# What this task involves
First find the line with "const elsewhere = await newWard()" in the entries below, then set down exactly every line through the line with "expect(ids).not.toContain(draft.id)", that line included.

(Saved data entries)
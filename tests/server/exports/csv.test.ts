import Papa from 'papaparse'
import request from 'supertest'
import { beforeAll, describe, expect, it } from 'vitest'
import { CAUTION_TEXT } from '#shared/domain/interpretation'
import { ExamSchema, type ExamInputRaw } from '#shared/schemas/exam'
import { AuditEventModel } from '../../../server/models/index.ts'
import { recordExam, recordSubmittedExam } from '../factories/exam.ts'
import { makeCaller, makeTeam, makeTestApp } from '../helpers.ts'
import { act, makeWard, SIGN } from '../supervision/ward.ts'

type App = Awaited<ReturnType<typeof makeTestApp>>['app']
type Row = Record<string, string>

/** The columns README.md documents ("CSV columns"), in order. */
const DOCUMENTED_COLUMNS = [
  'exam_id',
  'patient_code',
  'patient_code_masked',
  'team',
  'examiner',
  'examined_at',
  'status',
  'version',
  'inclination_deg',
  'vein',
  'column_top',
  'height_method',
  'reading_precision',
  'height_cm',
  'offset_model',
  'offset_cm',
  'bound',
  'cvp_cmh2o',
  'cvp_mmhg',
  'band_low_cmh2o',
  'band_high_cmh2o',
  'band_low_mmhg',
  'band_high_mmhg',
  'sigma_cm',
  'observer_source',
  'elevated',
  'category',
  'confidence',
  'countersigned_by',
  'countersigned_at',
  'countersign_meaning',
  'countersign_valid',
  'countersignature',
  'caution',
]

let app: App
let wards = 0
/** Team names are unique: each test gets a ward of its own. */
const newWard = (name = `Ward ${++wards} South`) => makeWard(name)

beforeAll(async () => {
  ;({ app } = await makeTestApp())
})

function csvOf(auth: string, query: Record<string, string> = {}) {
  return request(app).get('/api/exports/exams.csv').query(query).set('Authorization', auth)
}

function parse(text: string) {
  const result = Papa.parse<Row>(text, { header: true, skipEmptyLines: true })
  expect(result.errors).toEqual([])
  return { fields: result.meta.fields ?? [], rows: result.data }
}

const submitted = (auth: string, teamId: string, overrides: Partial<ExamInputRaw> = {}) => recordSubmittedExam(app, auth, { teamId, ...overrides })

describe('GET /api/exports/exams.csv', () => {
  it('sends a header row of the documented columns and one row per exam that parses back (papaparse)', async () => {
    const ward = await newWard()
    const exam = await submitted(ward.resident.auth, ward.team.id)
    const signed = await act(app, ward.attending.auth, exam, 'countersign', SIGN)
    const signature = ExamSchema.parse(signed.body).signatures![0]!

    const res = await csvOf(ward.resident.auth)

    expect(res.status).toBe(200)
    expect(res.headers['content-type']).toMatch(/^text\/csv; charset=utf-8/)
    expect(res.headers['content-disposition']).toMatch(/^attachment; filename="plumbline-exams-\d{4}-\d{2}-\d{2}\.csv"$/)
    const { fields, rows } = parse(res.text)
    expect(fields).toEqual(DOCUMENTED_COLUMNS)
    expect(rows).toHaveLength(1)
    // PRODUCT.md §4 worked example: h 4 cm at 45°, ruler, incline-adjusted → 13.7 cmH₂O, band 9.2–18.2
    expect(rows[0]).toMatchObject({
      exam_id: exam.id,
      patient_code: 'SM-0142',
      patient_code_masked: 'false',
      examiner: 'Dr Sam Whitcombe',
      examined_at: new Date(exam.examinedAt).toISOString(),
      status: 'countersigned',
      inclination_deg: '45',
      height_cm: '4',
      offset_model: 'incline-adjusted',
      offset_cm: '9.7',
      bound: 'point',
      cvp_cmh2o: '13.7',
      category: 'high',
      countersigned_by: 'Dr Tomas Lindqvist',
      countersigned_at: signature.signedAt,
      countersign_meaning: 'reviewed-agree',
      countersign_valid: 'true',
      caution: CAUTION_TEXT,
    })
    // NIST SP 811 (2008) App. B.8 → 1.35951 cmH₂O per mmHg (PRODUCT.md §4); dot decimals
    expect(Number(rows[0]!.cvp_mmhg)).toBeCloseTo(13.7 / 1.35951, 2)
    // PRODUCT.md §4 band with the default error terms: ±1.96·√(0.5² + 1.0² + 2.0²) = ±1.96·√5.25 around 13.7.
    expect(Number(rows[0]!.band_low_cmh2o)).toBeCloseTo(13.7 - 1.96 * Math.sqrt(5.25), 2)
    expect(Number(rows[0]!.band_high_cmh2o)).toBeCloseTo(13.7 + 1.96 * Math.sqrt(5.25), 2)
    expect(rows[0]!.countersignature).toMatch(/^Countersigned by Dr Tomas Lindqvist, .+; meaning: reviewed, and agrees with the findings; version \d+\.$/)
    expect(rows[0]!.countersignature).toContain(`version ${exam.version}.`)
  })

  it('gives a resident only their own exams, drafts included', async () => {
    const ward = await newWard()
    const colleague = await makeCaller({ teamIds: [ward.team.id] })
    const draft = await recordExam(app, ward.resident.auth, { teamId: ward.team.id })
    const sent = await submitted(ward.resident.auth, ward.team.id)
    await submitted(colleague.auth, ward.team.id)

    const { rows } = parse((await csvOf(ward.resident.auth)).text)

    expect(rows.map((r) => r.exam_id).sort()).toEqual([draft.id, sent.id].sort())
  })

  it('gives an attending their teams’ exams but not drafts, as the exam log does', async () => {
    const ward = await newWard()
    const elsewhere = await newWard()
    const draft = await recordExam(app, ward.resident.auth, { teamId: ward.team.id })
    const sent = await submitted(ward.resident.auth, ward.team.id)
    await submitted(elsewhere.resident.auth, elsewhere.team.id)

    const { rows } = parse((await csvOf(ward.attending.auth)).text)

    const ids = rows.map((r) => r.exam_id)
    expect(ids).toContain(sent.id)
    expect(ids).not.toContain(draft.id)
    expect(rows.every((r) => r.team === ward.team.name)).toBe(true)
  })

  it('gives an educator the program’s exams with every patient code masked, and no drafts', async () => {
    const ward = await newWard()
    const draft = await recordExam(app, ward.resident.auth, { teamId: ward.team.id, patientCode: 'SM-0901' })
    const sent = await submitted(ward.resident.auth, ward.team.id, { patientCode: 'SM-0902' })
    const educator = await makeCaller({ roles: ['educator'] })

    const res = await csvOf(educator.auth, { teamId: ward.team.id })

    expect(res.text).not.toContain('SM-0902')
    const { rows } = parse(res.text)
    expect(rows.map((r) => r.exam_id)).toEqual([sent.id])
    expect(rows.map((r) => r.exam_id)).not.toContain(draft.id)
    expect(rows[0]).toMatchObject({ patient_code_masked: 'true' })
    expect(rows[0]!.patient_code).toMatch(/^P-[0-9a-f]{8}$/)
    const listed = await request(app).get(`/api/exams/${sent.id}`).set('Authorization', educator.auth)
    expect(rows[0]!.patient_code).toBe(listed.body.patientCode)
  })

  it('refuses an educator’s search by patient code with a field error, as the log does', async () => {
    const educator = await makeCaller({ roles: ['educator'] })

    const res = await csvOf(educator.auth, { patientCode: 'SM-0142' })

    expect(res.status).toBe(400)
    expect(Object.keys(res.body.error.fields)).toEqual(['patientCode'])
  })

  it('applies the log’s filters: status, team and time range', async () => {
    const ward = await newWard()
    const old = await submitted(ward.resident.auth, ward.team.id, { examinedAt: '2026-01-10T09:00:00.000Z' })
    await submitted(ward.resident.auth, ward.team.id, { examinedAt: '2026-02-10T09:00:00.000Z' })
    await recordExam(app, ward.resident.auth, { teamId: ward.team.id, examinedAt: '2026-01-11T09:00:00.000Z' })

    const res = await csvOf(ward.resident.auth, { status: 'submitted', teamId: ward.team.id, from: '2026-01-01T00:00:00Z', to: '2026-01-31T23:59:59Z' })

    expect(parse(res.text).rows.map((r) => r.exam_id)).toEqual([old.id])
  })

  it('answers a malformed filter with field-level errors', async () => {
    const ward = await newWard()

    const res = await csvOf(ward.resident.auth, { from: 'last tuesday', status: 'signed' })

    expect(res.status).toBe(400)
    expect(Object.keys(res.body.error.fields).sort()).toEqual(['from', 'status'])
  })

  it('refuses an admin, who does no clinical reading', async () => {
    const admin = await makeCaller({ roles: ['admin'] })

    const res = await csvOf(admin.auth)

    expect(res.status).toBe(403)
  })

  it('defuses cells a spreadsheet would run as formulas with a leading apostrophe, leaving negative numbers alone', async () => {
    const team = await makeTeam('=HYPERLINK("http://evil.example","Ward")')
    const resident = await makeCaller({ teamIds: [team.id], displayName: '@SUM(1+1)\n=cmd|calc' })
    await submitted(resident.auth, team.id, { patientCode: '-1-2', heightCm: -2 })

    const res = await csvOf(resident.auth)

    const [row] = parse(res.text).rows
    expect(row).toMatchObject({
      team: `'=HYPERLINK("http://evil.example","Ward")`,
      examiner: `'@SUM(1+1)\n=cmd|calc`,
      patient_code: `'-1-2`,
      height_cm: '-2',
    })
    for (const cell of Object.values(row!)) expect(cell).not.toMatch(/^[=+@]/)
  })

  it('audits the export with the filter and the row count; a searched code is kept only as its pseudonym', async () => {
    const ward = await newWard()
    await submitted(ward.resident.auth, ward.team.id, { patientCode: 'SM-0555' })
    await submitted(ward.resident.auth, ward.team.id, { patientCode: 'SM-0556' })

    await csvOf(ward.resident.auth, { status: 'submitted' })
    await csvOf(ward.resident.auth, { patientCode: 'SM-0555' })

    const events = await AuditEventModel.findAll({ where: { action: 'exams-export', actorId: ward.resident.user.id }, order: [['id', 'ASC']] })
    const changes = events.map((e) => JSON.parse(e.changes!))
    expect(changes[0]).toEqual({ format: 'csv', filter: { status: 'submitted' }, rows: 2, masked: 0 })
    expect(changes[1]).toMatchObject({ format: 'csv', rows: 1 })
    expect(changes[1].filter.patientCode).toMatch(/^P-[0-9a-f]{8}$/)
    expect(JSON.stringify(changes)).not.toContain('SM-0555')
    expect(events.every((e) => e.entityType === 'export')).toBe(true)
  })
})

# Answer for the task
    const elsewhere = await newWard()
    const draft = await recordExam(app, ward.resident.auth, { teamId: ward.team.id })
    const sent = await submitted(ward.resident.auth, ward.team.id)
    await submitted(elsewhere.resident.auth, elsewhere.team.id)

    const { rows } = parse((await csvOf(ward.attending.auth)).text)

    const ids = rows.map((r) => r.exam_id)
    expect(ids).toContain(sent.id)
    expect(ids).not.toContain(draft.id)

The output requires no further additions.